Question

STAR reasonable parameters

2

Entering edit mode

6.3 years ago

Sharon ▴ 600

Hi everyone

I am using STAR for alignment with goal of variant calling, I feel the default parameters are too loosy, like too much mismatches, too much soft clipping, ..etc.

I want to get some feedback from your experience about what are much reasonable parameters, it's my first use for STAR. This is what I use so far:

  ${STAR}/STAR --runMode genomeGenerate --genomeDir ${WHERE} --genomeFastaFiles  ${WHERE}/genome.fa --sjdbFileChrStartEnd ${WHERE}/SJ.out.tab --sjdbOverhang 75 --runThreadN 4 g --outFileNamePrefix ${WHERE} --alignEndsType EndToEnd --outFilterMismatchNmax 4

Thanks

RNA-Seq • 4.4k views

ADD COMMENT • link 6.3 years ago by Sharon ▴ 600

2

Entering edit mode

Especially when it's the first time that I'm using software I don't consider myself smarter than the author and I'll go through the manual to see which options are recommended, but mostly stick to the defaults because those should be sensible.

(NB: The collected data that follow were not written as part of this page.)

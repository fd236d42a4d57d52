"""Figures of a ``gradients`` report, drawn from plain pandas tables.

Every function here takes :class:`pandas.DataFrame` / :class:`pandas.Series` inputs with the
columns named in its docstring (so it does not depend on the analysis result classes), builds a
:class:`matplotlib.figure.Figure` in the house style of :mod:`gradients.report._style` and returns
it. No pyplot, no global state, no GUI backend: figures are made with ``Figure(...)`` directly.
:func:`save_figure` writes a figure as PNG and SVG with byte-stable output.

Input contract shared by all functions
--------------------------------------
- Required columns must be present; a missing column raises
  :class:`gradients._errors.InputError` naming it (``err.columns`` holds the names).
- Coordinate and statistic columns must be numeric (numbers stored as text are converted); a
  value that is not a number, or a missing value where one is required, raises an
  :class:`InputError` naming the column and the rows.
- Extra columns are ignored. Row labels (the index) are kept as site, variable or taxon names.
- User text (site, variable, taxon, level names) is drawn as typed: ``$`` is never parsed as
  mathematics, line breaks become spaces and names longer than 40 characters are shortened
  with an ellipsis.
- Significance is decided as ``pvalue <= alpha``; a missing p-value counts as not significant.
  Significant marks are filled, the others hollow (white face), so the distinction survives a
  greyscale print.
- The plotted artists carry labels starting with ``_gr:`` (hidden from legends), so programs and
  tests can find them: ``_gr:sites``, ``_gr:arrow``, ``_gr:arrow-faded``, ``_gr:centroids``,
  ``_gr:taxa``, ``_gr:surface``, ``_gr:contours``, ``_gr:pairs``, ``_gr:fit``,
  ``_gr:classline``, ``_gr:classes-filled``, ``_gr:classes-hollow``, ``_gr:bars``,
  ``_gr:dots-filled``, ``_gr:dots-hollow``, ``_gr:interval``, ``_gr:halving``,
  ``_gr:halving-point``, ``_gr:curve``, ``_gr:fractions`` (bar containers carry the label
  for ``_gr:bars`` and ``_gr:fractions``).
- Every function takes keyword-only ``title=`` and ``figsize=`` (inches) besides its own
  options; axis and note text is set from the options, never from global state.

References
----------
.. [1] Legendre, P. & Legendre, L. (2012). Numerical Ecology, 3rd English ed. Elsevier,
   Amsterdam. (Biplots, ch. 9; Mantel correlograms, ch. 13.)
.. [2] Kruskal, J. B. (1964). Multidimensional scaling by optimizing goodness of fit to a
   nonmetric hypothesis. Psychometrika 29, 1-27. (The Shepard diagram of an NMDS.)
.. [3] Nekola, J. C. & White, P. S. (1999). The distance decay of similarity in biogeography and
   ecology. Journal of Biogeography 26, 867-878.
.. [4] Oden, N. L. & Sokal, R. R. (1986). Directional autocorrelation: an extension of spatial
   correlograms to two dimensions. Systematic Zoology 35, 608-617.
"""

from __future__ import annotations

import functools
import math
import re
from collections.abc import Callable, Sequence
from pathlib import Path
from typing import Any, Literal, ParamSpec

import numpy as np
import pandas as pd
from matplotlib.axes import Axes
from matplotlib.figure import Figure
from matplotlib.lines import Line2D
from matplotlib.patches import FancyArrowPatch, Patch
from matplotlib.ticker import MaxNLocator

from .._errors import InputError, format_items
from ..plot._style import (
    ACCENT,
    FADED,
    GRID,
    HOLLOW,
    INK,
    MUTED,
    PALETTE,
    SEQUENTIAL_CMAP,
    SIZES,
    group_style,
    house_style,
)

__all__ = [
    "correlogram",
    "distance_decay_plot",
    "hypothesis_plot",
    "ordination_biplot",
    "partition_plot",
    "ranking_plot",
    "save_figure",
    "shepard_diagram",
    "surface_contours",
    "turnover_curves",
]

P = ParamSpec("P")

#: Above this many points a scatter is rasterised inside the SVG (keeps files small).
RASTER_THRESHOLD = 1500
#: Longest user label drawn in full.
LABEL_LIMIT = 40
#: Readable axis names for common value columns.
VALUE_NAMES = {
    "r2": "r²",
    "r2_adjusted": "adjusted R²",
    "statistic": "statistic",
    "rho": "Spearman ρ",
    "r": "r",
}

The GATK best practices for variant calling in RNA-seq also uses STAR, so that would also be a logical place to look for optimal parameters.

ADD REPLY • link 6.3 years ago by WouterDeCoster 47k

1

Entering edit mode

This is what I am already following, the reason for my question is what they say in the top of the pipeline:

"You should always make sure you understand what is being done at each step and whether the values are appropriate for your data."

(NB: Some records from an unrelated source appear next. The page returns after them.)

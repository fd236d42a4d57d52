"""Imported site scores (as_scores) and weighted-average taxon scores (ter Braak 1987)."""

from __future__ import annotations

import numpy as np
import pandas as pd
import pytest
from scipy.spatial.distance import pdist

from gradients import InputError
from gradients.distance import DistanceMatrix
from gradients.ordination import as_scores, nmds, pca, pcoa, taxon_scores

SITES = ["a", "b", "c", "d", "e", "f"]


def _scores() -> pd.DataFrame:
    rng = np.random.default_rng(0)
    return pd.DataFrame(rng.normal(size=(6, 3)), index=SITES, columns=["dim1", "dim2", "dim3"])


def test_results_of_each_ordination():
    x = np.random.default_rng(1).normal(size=(8, 3))
    dm = DistanceMatrix(pdist(x), list("pqrstuvw"))
    for res in (pcoa(dm), nmds(dm, starts=1, rng=0)):
        out = as_scores(res)
        pd.testing.assert_frame_equal(out, res.scores)
        assert out is not res.scores  # a copy
    table = pd.DataFrame(x, index=list("pqrstuvw"), columns=["pH", "Cu", "Zn"])
    res = pca(table, scaling="correlation")
    pd.testing.assert_frame_equal(as_scores(res), res.scores)


def test_any_object_with_a_scores_table_is_accepted():
    # Duck typing: the result's type is not checked, only that it carries a `scores` table,
    # so a result of another stage (or of the user's own code) is read the same way.
    class Imported:
        scores = _scores()

    pd.testing.assert_frame_equal(as_scores(Imported(), axes=["dim2"]), _scores()[["dim2"]])

    class NoTable:
        scores = (1.0, 2.0)

    with pytest.raises(InputError, match=r"an object with a `scores` DataFrame.*got NoTable"):
        as_scores(NoTable())
    # a DataFrame with a column named "scores" is a table of scores, not a result
    frame = pd.DataFrame({"scores": [0.5, -0.5]}, index=["a", "b"])
    assert list(as_scores(frame).columns) == ["scores"]


def test_dataframe_aligned_by_label():
    s = _scores()
    order = ["f", "a", "c", "b", "e", "d"]
    out = as_scores(s.loc[order], sites=SITES)
    pd.testing.assert_frame_equal(out, s)
    assert list(as_scores(s, sites=order).index) == order
    # integer scores and a Series become floats
    ints = pd.DataFrame({"x": [1, 2, 3]}, index=["a", "b", "c"])
    assert as_scores(ints)["x"].dtype == np.float64
    assert list(as_scores(pd.Series([0.1, 0.2], index=["a", "b"], name="ax")).columns) == ["ax"]


def test_missing_and_extra_sites_named():
    s = _scores()
    with pytest.raises(InputError, match=r"1 site.* in the sites asked for but not in the scores: "
                                         "'g'") as err:
        as_scores(s, sites=[*SITES, "g"])
    assert "g" in err.value.sites
    with pytest.raises(InputError, match="in the scores but not in the sites asked for: 'f'"):
        as_scores(s, sites=SITES[:5])
    with pytest.raises(InputError, match="repeats label"):
        as_scores(s, sites=["a", "a", "b", "c", "d", "e"])


def test_non_numeric_missing_and_duplicates_refused():
    s = _scores()
    with pytest.raises(InputError, match=r"'site'.* not numeric.*set_index") as err:
        as_scores(s.assign(site=SITES))
    assert err.value.columns == ("site",)
    with pytest.raises(InputError, match=r"'flag'.* not numeric"):
        as_scores(s.assign(flag=True))
    nan = s.copy()
    nan.loc["c", "dim2"] = np.nan
    with pytest.raises(InputError, match=r"\('c', 'dim2'\)"):
        as_scores(nan)
    dup = s.copy()
    dup.index = ["a", "a", "c", "d", "e", "f"]
    with pytest.raises(InputError, match=r"repeat site label.*'a'"):
        as_scores(dup)
    with pytest.raises(InputError, match="no columns"):
        as_scores(s.iloc[:, :0])
    with pytest.raises(InputError, match="got str"):
        as_scores("scores.csv")


def test_axes_selection():
    s = _scores()
    assert list(as_scores(s, axes=2).columns) == ["dim1", "dim2"]
    assert list(as_scores(s, axes=["dim3", "dim1"]).columns) == ["dim3", "dim1"]
    # columns not chosen are not checked
    assert list(as_scores(s.assign(note="x"), axes=["dim1"]).columns) == ["dim1"]
    with pytest.raises(InputError, match=r"`axes` names column\(s\) 'dim9' that the scores do "
                                         r"not have; they have 'dim1', 'dim2', 'dim3'\."):
        as_scores(s, axes=["dim9"])
    with pytest.raises(InputError, match="asks for 4 axes"):
        as_scores(s, axes=4)


def test_array_needs_sites():
    arr = np.arange(12.0).reshape(6, 2)
    with pytest.raises(InputError, match="no site labels"):
        as_scores(arr)
    out = as_scores(arr, sites=SITES)
    assert list(out.columns) == ["axis1", "axis2"] and list(out.index) == SITES
    with pytest.raises(InputError, match="do not match 5 sites"):
        as_scores(arr, sites=SITES[:5])


def test_input_unchanged():
    s = _scores()
    before = s.copy()
    out = as_scores(s.loc[SITES[::-1]], sites=SITES)
    out.iloc[0, 0] = 99.0
    pd.testing.assert_frame_equal(s, before)


def test_taxon_scores_weighted_averages():
    s = _scores()
    community = pd.DataFrame(
        {"only_a": [5, 0, 0, 0, 0, 0], "a_and_b": [2, 2, 0, 0, 0, 0],
         "mixed": [1, 0, 3, 0, 0, 6]}, index=SITES)
    out = taxon_scores(s, community.iloc[::-1])  # alignment by label
    # theory: a taxon at one site sits on that site; equal abundance at two sites, the midpoint
    np.testing.assert_allclose(out.loc["only_a"], s.loc["a"])
    np.testing.assert_allclose(out.loc["a_and_b"], (s.loc["a"] + s.loc["b"]) / 2)
    np.testing.assert_allclose(out.loc["mixed"],
                               (1 * s.loc["a"] + 3 * s.loc["c"] + 6 * s.loc["f"]) / 10)
    assert list(out.columns) == list(s.columns)
    # also offered on the results
    x = np.random.default_rng(2).normal(size=(6, 2))
    res = pcoa(DistanceMatrix(pdist(x), SITES))
    pd.testing.assert_frame_equal(res.taxon_scores(community), taxon_scores(res.scores, community))


def test_taxon_scores_errors():
    s = _scores()
    comm = pd.DataFrame({"t1": [1, 0, 0, 0, 0, 0], "t2": [0] * 6}, index=SITES)
    with pytest.raises(InputError, match="'t2' are absent from every site"):
        taxon_scores(s, comm)
    with pytest.raises(InputError, match=r"non-negative.*\('b', 't1'\)"):
        taxon_scores(s, comm.assign(t2=1).assign(t1=[1, -1, 0, 0, 0, 0]))
    with pytest.raises(InputError, match="not in the scores: 'z'"):
        taxon_scores(s, pd.DataFrame({"t1": [1] * 7}, index=[*SITES, "z"]))


def test_object_column_of_numbers_accepted():
    # spreadsheet readers can give object columns holding numbers; text stays refused
    s = pd.DataFrame({"axis1": [0.5, 1, -2.25]}, index=["a", "b", "c"], dtype=object)
    out = as_scores(s)
    assert out["axis1"].dtype == np.float64
    assert out["axis1"].tolist() == [0.5, 1.0, -2.25]
    mixed = pd.DataFrame({"axis1": [0.5, "1.0", 2.0]}, index=["a", "b", "c"], dtype=object)
    with pytest.raises(InputError, match="'axis1'"):
        as_scores(mixed)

ADD REPLY • link 6.3 years ago by Sharon ▴ 600

0

Entering edit mode

At that point you might as well use a different aligner, since you're basically just decreasing the alignment rate.

ADD REPLY • link 6.3 years ago by Devon Ryan 104k

0

Entering edit mode

Like what? would salmon work with variant calling? And decreasing the alignment rate yes, but I don't want alignment with reads that has too many mismatches and softclipped, the default paramters are kinda high in this. What do you think?

ADD REPLY • link 6.3 years ago by Sharon ▴ 600

0

Entering edit mode

I mean in variant calling. mismatches would be considered later as SNP?

ADD REPLY • link 6.3 years ago by Sharon ▴ 600

1

Entering edit mode

Mismatches are only considered SNPs if it makes sense to do so given the totality of the data. It's not like variant callers are defining every mismatch in a read as a variant. Given that, while it might make sense to tamp down on soft-clipping (or just trim your adapters), doing much more than that and filtering by alignment score is just going to bias against regions with multiple variants.

ADD REPLY • link 6.3 years ago by Devon Ryan 104k

0

Entering edit mode

So how much to tamp down was my question, so you think default parameters of STAR is still fine and not aggressive? Thanks Devin so much !

ADD REPLY • link 6.3 years ago by Sharon ▴ 600

1

Entering edit mode

Generally I think the defaults for STAR are pretty good, though if the GATK best practices has some different suggestions then definitely follow them.